# TO DO
A single figure is the whole answer: the number of lines in the entries that contain "config".

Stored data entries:
····················
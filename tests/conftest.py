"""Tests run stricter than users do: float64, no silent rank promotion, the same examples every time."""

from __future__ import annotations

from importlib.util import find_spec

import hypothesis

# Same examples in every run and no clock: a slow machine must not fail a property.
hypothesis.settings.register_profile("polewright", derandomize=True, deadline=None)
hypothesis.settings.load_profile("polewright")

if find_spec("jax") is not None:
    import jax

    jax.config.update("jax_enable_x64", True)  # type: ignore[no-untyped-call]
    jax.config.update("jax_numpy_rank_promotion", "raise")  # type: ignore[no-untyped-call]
····················
# RESPONSE AREA
2